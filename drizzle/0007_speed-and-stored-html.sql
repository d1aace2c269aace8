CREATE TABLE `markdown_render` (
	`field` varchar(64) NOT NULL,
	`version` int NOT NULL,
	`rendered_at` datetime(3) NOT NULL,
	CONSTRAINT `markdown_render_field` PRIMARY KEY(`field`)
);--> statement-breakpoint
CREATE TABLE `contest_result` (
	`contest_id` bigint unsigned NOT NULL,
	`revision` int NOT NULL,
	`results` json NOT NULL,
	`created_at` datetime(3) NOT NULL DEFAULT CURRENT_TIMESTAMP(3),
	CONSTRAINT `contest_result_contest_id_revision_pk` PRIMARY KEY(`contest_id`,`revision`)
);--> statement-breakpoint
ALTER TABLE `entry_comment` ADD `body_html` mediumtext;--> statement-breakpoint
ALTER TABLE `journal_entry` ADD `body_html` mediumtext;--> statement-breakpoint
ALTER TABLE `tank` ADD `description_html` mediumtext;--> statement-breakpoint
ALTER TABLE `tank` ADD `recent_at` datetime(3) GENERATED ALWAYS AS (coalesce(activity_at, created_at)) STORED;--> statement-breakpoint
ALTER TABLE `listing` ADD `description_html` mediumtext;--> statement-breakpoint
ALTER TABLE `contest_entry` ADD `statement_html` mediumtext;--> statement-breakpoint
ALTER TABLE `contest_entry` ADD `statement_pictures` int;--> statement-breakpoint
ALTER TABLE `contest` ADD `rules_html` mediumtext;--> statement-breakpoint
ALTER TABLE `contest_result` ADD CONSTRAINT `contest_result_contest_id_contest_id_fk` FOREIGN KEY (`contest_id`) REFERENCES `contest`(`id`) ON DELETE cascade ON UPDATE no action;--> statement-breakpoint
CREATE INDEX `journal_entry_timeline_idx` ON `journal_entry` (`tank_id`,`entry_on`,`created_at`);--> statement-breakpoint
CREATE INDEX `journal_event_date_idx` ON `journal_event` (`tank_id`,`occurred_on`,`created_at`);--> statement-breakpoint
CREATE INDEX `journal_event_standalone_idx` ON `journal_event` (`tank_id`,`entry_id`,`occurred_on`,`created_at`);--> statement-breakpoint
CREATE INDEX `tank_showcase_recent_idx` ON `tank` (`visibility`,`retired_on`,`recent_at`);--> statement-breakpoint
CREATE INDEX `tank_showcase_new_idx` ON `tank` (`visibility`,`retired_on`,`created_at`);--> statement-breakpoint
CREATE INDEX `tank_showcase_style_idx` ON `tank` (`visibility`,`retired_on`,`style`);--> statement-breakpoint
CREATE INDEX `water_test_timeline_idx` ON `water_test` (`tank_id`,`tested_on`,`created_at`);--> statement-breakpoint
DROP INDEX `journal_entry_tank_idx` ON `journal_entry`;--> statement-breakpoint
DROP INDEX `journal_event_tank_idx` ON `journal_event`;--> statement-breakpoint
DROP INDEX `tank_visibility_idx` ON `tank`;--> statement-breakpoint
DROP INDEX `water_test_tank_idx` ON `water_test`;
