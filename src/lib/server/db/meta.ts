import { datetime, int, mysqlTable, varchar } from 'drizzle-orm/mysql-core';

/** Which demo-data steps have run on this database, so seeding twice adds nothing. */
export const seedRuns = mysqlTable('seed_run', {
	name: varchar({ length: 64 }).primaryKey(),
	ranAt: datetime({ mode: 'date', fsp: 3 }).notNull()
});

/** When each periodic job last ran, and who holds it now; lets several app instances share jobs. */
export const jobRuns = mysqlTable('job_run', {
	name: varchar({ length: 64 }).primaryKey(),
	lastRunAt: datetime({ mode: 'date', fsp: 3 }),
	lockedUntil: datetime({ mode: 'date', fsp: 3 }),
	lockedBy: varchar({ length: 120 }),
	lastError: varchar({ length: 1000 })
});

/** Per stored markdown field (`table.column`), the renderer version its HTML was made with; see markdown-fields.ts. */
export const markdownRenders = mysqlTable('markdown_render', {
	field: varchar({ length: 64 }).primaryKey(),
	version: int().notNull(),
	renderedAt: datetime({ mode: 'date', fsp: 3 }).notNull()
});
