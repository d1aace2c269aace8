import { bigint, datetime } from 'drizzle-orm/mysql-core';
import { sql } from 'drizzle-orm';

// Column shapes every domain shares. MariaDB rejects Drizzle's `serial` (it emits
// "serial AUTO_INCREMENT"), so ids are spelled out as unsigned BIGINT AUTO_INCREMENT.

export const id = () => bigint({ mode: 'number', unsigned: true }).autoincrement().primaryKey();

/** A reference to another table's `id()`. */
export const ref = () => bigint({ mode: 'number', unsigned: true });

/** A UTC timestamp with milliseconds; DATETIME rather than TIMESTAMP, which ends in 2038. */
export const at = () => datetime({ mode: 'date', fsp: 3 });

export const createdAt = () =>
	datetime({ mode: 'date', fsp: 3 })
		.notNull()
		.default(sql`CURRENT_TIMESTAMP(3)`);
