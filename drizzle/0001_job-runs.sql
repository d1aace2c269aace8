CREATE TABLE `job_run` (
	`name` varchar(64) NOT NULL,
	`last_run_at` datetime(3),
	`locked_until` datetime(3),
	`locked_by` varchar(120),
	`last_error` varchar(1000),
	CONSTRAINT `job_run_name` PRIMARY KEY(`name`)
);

...

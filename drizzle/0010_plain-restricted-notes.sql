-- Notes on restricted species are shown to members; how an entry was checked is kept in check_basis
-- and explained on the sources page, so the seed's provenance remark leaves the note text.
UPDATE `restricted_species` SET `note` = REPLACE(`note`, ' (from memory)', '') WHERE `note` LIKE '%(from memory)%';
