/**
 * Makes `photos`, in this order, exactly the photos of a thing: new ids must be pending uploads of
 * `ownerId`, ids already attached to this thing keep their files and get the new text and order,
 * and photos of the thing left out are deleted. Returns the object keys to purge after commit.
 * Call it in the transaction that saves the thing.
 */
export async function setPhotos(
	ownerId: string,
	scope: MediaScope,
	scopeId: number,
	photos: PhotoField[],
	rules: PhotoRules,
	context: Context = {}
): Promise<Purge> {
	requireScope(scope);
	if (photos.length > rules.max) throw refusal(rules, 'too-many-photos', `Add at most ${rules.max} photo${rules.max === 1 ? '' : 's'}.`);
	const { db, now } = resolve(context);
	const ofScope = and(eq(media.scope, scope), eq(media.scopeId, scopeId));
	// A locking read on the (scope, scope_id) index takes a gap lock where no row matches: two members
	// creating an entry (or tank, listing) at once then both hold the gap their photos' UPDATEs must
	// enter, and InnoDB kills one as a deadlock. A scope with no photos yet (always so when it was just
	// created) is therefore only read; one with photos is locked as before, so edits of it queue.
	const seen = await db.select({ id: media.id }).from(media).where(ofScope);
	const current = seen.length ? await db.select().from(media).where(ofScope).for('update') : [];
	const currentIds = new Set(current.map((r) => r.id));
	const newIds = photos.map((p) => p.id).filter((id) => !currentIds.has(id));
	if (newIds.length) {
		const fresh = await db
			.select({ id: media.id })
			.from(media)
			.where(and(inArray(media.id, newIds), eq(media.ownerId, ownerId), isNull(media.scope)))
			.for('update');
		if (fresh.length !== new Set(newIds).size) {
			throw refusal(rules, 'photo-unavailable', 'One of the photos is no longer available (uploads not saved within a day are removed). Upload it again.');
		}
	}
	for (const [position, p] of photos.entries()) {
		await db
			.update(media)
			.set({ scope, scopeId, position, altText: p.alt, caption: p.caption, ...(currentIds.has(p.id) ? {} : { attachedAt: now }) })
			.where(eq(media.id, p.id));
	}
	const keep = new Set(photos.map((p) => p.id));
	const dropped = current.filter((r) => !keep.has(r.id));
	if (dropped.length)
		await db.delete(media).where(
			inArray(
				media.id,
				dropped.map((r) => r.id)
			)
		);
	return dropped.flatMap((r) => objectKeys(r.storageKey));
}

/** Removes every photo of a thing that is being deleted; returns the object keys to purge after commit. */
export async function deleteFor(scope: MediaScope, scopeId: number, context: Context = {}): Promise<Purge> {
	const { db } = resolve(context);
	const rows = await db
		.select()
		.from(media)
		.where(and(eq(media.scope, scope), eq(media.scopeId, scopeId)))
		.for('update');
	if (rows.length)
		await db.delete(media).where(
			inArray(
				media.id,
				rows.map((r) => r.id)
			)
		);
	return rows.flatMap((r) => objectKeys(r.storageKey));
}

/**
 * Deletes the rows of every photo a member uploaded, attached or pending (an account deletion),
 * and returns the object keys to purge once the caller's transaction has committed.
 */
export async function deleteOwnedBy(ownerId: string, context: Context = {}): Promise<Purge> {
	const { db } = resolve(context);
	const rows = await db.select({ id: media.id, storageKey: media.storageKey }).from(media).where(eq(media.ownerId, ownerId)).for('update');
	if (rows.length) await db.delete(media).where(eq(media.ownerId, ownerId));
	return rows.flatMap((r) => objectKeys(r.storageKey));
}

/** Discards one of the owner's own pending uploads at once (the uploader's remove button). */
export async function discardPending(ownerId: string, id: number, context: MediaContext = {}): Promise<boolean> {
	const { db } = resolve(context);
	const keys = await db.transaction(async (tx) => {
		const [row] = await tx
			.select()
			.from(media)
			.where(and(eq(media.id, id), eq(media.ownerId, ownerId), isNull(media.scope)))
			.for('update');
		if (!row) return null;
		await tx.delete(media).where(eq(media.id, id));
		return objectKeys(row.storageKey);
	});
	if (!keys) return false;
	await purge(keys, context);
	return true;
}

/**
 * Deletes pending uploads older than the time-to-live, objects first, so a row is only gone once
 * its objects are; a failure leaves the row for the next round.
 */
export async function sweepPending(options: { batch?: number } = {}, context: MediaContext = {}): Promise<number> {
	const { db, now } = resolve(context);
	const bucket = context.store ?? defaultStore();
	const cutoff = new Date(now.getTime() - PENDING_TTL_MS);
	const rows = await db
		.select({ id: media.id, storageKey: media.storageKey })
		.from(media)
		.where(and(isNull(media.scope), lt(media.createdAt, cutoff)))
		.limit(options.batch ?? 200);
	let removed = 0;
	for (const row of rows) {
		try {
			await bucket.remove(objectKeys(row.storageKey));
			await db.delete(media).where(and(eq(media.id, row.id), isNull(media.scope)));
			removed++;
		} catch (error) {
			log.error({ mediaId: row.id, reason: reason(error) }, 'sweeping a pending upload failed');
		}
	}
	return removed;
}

==

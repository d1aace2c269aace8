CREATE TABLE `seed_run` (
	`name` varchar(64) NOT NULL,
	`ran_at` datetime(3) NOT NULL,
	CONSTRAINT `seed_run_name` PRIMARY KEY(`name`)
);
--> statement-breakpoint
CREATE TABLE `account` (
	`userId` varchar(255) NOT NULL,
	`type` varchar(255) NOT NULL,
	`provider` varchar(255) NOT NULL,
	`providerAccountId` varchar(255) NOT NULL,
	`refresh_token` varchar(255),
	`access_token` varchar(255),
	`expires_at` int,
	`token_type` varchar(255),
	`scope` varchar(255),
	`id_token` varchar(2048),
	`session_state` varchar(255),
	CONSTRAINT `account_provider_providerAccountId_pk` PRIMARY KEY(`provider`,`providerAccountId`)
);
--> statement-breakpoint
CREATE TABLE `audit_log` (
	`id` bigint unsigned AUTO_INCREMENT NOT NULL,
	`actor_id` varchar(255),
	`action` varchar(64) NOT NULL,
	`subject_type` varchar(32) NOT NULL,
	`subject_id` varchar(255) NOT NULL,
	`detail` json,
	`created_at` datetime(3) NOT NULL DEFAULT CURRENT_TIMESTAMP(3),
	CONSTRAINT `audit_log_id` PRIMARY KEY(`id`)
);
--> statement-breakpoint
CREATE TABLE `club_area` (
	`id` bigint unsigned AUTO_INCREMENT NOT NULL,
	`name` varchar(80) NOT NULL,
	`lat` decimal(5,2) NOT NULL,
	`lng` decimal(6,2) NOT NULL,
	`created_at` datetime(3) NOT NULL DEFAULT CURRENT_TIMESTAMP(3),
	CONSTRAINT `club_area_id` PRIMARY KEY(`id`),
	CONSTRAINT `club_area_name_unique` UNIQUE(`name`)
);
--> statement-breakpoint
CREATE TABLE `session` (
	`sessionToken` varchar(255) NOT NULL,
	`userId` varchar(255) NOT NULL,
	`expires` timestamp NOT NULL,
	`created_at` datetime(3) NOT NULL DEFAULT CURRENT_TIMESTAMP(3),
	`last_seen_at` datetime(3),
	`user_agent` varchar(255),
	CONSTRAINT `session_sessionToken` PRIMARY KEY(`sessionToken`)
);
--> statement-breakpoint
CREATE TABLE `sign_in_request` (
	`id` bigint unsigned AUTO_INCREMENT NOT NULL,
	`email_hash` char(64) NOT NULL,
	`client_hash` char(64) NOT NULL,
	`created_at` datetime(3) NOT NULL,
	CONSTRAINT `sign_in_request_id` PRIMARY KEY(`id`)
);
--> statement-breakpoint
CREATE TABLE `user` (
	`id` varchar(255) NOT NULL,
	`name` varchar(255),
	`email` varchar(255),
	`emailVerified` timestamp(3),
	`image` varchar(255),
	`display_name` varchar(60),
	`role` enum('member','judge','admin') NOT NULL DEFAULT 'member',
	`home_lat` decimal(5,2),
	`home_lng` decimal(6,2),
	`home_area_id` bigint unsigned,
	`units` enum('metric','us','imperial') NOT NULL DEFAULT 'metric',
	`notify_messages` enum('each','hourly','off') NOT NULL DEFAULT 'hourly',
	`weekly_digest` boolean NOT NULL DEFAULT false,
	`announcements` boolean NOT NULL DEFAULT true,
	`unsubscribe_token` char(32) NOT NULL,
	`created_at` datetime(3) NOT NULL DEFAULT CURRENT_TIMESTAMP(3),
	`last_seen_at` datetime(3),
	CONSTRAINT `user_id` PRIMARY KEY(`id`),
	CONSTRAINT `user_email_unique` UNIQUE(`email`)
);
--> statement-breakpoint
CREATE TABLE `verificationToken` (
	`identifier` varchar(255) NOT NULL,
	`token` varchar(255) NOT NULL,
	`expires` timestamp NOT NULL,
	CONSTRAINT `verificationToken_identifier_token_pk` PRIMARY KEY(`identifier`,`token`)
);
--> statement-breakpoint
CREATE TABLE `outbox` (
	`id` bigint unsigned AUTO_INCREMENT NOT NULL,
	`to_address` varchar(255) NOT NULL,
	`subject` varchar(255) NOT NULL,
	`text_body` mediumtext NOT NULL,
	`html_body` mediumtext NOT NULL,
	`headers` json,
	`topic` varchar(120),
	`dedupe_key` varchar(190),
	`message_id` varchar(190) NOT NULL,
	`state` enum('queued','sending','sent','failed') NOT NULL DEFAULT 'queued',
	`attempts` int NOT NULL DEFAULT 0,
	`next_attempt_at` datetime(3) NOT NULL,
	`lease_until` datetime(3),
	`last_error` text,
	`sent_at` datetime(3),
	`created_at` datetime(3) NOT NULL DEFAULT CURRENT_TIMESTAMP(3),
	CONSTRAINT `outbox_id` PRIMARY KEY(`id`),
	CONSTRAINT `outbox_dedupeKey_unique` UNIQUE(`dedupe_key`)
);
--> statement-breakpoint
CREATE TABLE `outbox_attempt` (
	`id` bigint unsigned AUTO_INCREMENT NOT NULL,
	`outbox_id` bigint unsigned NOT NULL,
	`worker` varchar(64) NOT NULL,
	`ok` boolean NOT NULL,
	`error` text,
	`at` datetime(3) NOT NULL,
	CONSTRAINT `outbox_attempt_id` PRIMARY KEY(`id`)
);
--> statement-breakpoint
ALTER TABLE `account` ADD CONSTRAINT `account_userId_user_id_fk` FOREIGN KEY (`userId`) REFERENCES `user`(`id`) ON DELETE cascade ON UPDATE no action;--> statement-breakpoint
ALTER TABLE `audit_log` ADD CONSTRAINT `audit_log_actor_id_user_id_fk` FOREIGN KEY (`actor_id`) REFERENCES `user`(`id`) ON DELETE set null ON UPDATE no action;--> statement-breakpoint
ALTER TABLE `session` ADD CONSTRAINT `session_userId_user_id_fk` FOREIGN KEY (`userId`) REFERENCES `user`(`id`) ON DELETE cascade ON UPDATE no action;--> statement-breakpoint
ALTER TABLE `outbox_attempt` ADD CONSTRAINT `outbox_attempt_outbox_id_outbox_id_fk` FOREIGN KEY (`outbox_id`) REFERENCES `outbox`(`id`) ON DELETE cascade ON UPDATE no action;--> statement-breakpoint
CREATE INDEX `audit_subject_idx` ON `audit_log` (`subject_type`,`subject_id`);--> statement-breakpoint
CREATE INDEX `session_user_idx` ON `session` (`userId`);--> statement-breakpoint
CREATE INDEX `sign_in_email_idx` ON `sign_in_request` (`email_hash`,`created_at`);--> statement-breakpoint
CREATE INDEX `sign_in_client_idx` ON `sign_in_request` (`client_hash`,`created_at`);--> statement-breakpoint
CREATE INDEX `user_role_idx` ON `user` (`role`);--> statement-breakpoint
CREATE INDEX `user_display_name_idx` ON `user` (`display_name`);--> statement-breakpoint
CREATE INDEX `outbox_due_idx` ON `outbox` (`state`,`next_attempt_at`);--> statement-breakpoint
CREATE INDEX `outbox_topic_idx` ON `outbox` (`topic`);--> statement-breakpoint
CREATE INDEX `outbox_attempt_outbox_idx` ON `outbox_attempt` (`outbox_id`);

TASK TO CARRY OUT:
Whenever a line above includes the string "Deletes", copy it.

RESULT OF THIS EXERCISE:
 * Deletes the rows of every photo a member uploaded, attached or pending (an account deletion),
 * Deletes pending uploads older than the time-to-live, objects first, so a row is only gone once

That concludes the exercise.